### TASK PROMPT:
What must be returned is the number of lines in the records holding the word "description", with no other text.

### INPUT:
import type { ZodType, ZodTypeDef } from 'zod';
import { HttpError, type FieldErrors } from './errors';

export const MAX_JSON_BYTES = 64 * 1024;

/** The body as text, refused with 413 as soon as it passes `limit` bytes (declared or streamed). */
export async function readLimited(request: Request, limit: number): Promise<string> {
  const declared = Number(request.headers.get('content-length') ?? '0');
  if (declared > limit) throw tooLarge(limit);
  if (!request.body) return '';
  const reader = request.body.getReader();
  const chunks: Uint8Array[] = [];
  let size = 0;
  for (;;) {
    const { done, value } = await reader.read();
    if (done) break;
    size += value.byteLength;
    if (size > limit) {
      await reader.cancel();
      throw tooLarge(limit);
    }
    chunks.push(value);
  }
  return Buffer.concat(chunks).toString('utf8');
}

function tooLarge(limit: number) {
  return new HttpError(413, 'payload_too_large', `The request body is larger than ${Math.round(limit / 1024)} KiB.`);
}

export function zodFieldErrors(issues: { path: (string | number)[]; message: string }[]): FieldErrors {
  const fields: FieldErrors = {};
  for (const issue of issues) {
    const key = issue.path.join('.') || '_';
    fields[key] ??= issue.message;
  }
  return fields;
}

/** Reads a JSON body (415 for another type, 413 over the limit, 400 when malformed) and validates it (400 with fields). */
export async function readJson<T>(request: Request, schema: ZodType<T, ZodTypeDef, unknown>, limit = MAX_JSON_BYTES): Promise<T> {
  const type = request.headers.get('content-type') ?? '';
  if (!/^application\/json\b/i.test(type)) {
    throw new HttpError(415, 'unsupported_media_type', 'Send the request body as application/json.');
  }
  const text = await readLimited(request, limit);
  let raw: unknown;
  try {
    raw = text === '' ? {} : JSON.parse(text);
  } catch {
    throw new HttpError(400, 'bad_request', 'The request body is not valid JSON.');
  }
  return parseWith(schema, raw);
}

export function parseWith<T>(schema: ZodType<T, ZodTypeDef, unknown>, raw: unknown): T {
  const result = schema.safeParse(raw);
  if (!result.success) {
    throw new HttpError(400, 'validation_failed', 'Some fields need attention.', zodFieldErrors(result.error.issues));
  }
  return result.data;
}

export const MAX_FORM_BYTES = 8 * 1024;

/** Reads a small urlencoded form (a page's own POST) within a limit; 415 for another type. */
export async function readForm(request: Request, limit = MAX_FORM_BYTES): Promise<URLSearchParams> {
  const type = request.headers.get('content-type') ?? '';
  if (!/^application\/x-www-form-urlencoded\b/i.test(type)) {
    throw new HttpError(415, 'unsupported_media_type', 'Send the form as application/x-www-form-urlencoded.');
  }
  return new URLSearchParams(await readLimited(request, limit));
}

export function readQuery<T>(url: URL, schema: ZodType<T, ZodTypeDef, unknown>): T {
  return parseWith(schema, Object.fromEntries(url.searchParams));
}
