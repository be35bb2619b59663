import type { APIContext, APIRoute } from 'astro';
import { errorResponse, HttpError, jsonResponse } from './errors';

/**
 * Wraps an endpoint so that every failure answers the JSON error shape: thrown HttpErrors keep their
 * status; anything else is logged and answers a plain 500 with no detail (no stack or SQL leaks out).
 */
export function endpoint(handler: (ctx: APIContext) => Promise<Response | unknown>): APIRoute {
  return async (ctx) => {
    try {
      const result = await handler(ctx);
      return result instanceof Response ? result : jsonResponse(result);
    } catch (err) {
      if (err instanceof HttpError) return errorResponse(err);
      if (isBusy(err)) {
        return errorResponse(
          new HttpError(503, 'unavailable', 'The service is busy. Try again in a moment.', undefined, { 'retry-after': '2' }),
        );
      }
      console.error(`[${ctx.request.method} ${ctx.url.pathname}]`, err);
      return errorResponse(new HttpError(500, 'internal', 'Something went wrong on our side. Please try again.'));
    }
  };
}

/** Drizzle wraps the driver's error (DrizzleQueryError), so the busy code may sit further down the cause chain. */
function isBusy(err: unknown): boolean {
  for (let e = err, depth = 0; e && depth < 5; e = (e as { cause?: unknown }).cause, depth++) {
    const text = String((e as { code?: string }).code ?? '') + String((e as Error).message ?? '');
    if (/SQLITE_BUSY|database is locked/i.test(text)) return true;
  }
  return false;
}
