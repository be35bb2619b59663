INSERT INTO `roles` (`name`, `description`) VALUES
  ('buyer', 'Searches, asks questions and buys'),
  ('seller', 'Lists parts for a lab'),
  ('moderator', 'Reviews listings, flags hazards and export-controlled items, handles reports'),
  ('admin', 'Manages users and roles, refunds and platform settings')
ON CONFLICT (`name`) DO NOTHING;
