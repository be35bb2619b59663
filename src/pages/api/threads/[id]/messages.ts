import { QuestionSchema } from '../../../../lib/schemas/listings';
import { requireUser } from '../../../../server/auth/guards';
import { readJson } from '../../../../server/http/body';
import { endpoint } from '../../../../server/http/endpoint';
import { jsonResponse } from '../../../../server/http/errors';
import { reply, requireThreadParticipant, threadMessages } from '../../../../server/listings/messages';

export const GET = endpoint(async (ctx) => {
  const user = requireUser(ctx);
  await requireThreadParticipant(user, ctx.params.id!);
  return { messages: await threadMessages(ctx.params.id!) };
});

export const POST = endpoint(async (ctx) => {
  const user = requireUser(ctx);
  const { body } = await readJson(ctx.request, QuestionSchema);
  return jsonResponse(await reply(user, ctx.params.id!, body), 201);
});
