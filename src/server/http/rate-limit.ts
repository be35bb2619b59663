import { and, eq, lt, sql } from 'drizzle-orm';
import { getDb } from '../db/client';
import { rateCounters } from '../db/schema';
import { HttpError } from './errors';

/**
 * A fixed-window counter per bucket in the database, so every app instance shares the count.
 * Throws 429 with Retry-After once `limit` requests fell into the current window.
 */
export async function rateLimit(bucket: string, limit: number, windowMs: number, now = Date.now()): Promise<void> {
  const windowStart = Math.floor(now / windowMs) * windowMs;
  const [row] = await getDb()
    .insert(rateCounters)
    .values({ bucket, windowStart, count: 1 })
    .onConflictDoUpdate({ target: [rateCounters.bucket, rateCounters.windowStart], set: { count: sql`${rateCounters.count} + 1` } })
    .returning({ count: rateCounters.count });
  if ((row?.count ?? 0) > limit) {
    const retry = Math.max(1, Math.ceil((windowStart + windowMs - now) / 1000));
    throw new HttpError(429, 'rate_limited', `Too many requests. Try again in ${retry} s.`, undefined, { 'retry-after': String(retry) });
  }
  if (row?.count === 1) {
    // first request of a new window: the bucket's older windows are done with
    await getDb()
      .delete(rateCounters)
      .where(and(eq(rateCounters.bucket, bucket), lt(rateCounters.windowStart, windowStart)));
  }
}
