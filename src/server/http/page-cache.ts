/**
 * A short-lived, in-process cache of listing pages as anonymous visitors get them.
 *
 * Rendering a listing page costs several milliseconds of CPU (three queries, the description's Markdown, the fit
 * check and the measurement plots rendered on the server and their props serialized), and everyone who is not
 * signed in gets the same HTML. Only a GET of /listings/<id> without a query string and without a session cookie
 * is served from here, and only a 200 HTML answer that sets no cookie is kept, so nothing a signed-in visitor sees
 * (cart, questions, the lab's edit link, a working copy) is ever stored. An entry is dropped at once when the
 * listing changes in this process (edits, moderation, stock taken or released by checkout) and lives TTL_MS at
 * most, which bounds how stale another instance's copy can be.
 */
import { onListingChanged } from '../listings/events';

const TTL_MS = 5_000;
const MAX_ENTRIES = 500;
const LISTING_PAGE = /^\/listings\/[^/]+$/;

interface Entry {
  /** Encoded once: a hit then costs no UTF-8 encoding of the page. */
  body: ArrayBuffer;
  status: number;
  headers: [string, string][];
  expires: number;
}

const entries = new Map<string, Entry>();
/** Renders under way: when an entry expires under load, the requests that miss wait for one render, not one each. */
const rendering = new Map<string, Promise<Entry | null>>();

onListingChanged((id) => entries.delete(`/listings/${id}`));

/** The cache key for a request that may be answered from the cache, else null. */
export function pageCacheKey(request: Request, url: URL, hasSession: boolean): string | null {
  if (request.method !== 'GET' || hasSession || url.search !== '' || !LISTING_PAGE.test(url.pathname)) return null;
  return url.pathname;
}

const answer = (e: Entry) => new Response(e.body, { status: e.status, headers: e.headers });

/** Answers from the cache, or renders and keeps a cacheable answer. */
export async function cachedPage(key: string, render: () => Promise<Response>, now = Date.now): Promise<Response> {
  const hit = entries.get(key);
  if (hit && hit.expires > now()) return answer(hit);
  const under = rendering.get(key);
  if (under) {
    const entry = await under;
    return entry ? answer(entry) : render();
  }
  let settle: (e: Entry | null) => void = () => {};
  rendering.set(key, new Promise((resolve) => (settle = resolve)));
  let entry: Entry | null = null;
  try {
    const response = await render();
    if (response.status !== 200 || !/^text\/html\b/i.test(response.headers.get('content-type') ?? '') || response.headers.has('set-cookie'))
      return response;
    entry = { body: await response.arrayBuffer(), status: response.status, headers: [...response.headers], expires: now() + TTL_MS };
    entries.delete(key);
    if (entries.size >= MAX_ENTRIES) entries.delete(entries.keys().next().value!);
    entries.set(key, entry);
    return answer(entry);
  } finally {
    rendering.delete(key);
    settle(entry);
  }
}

### SOLUTION:
2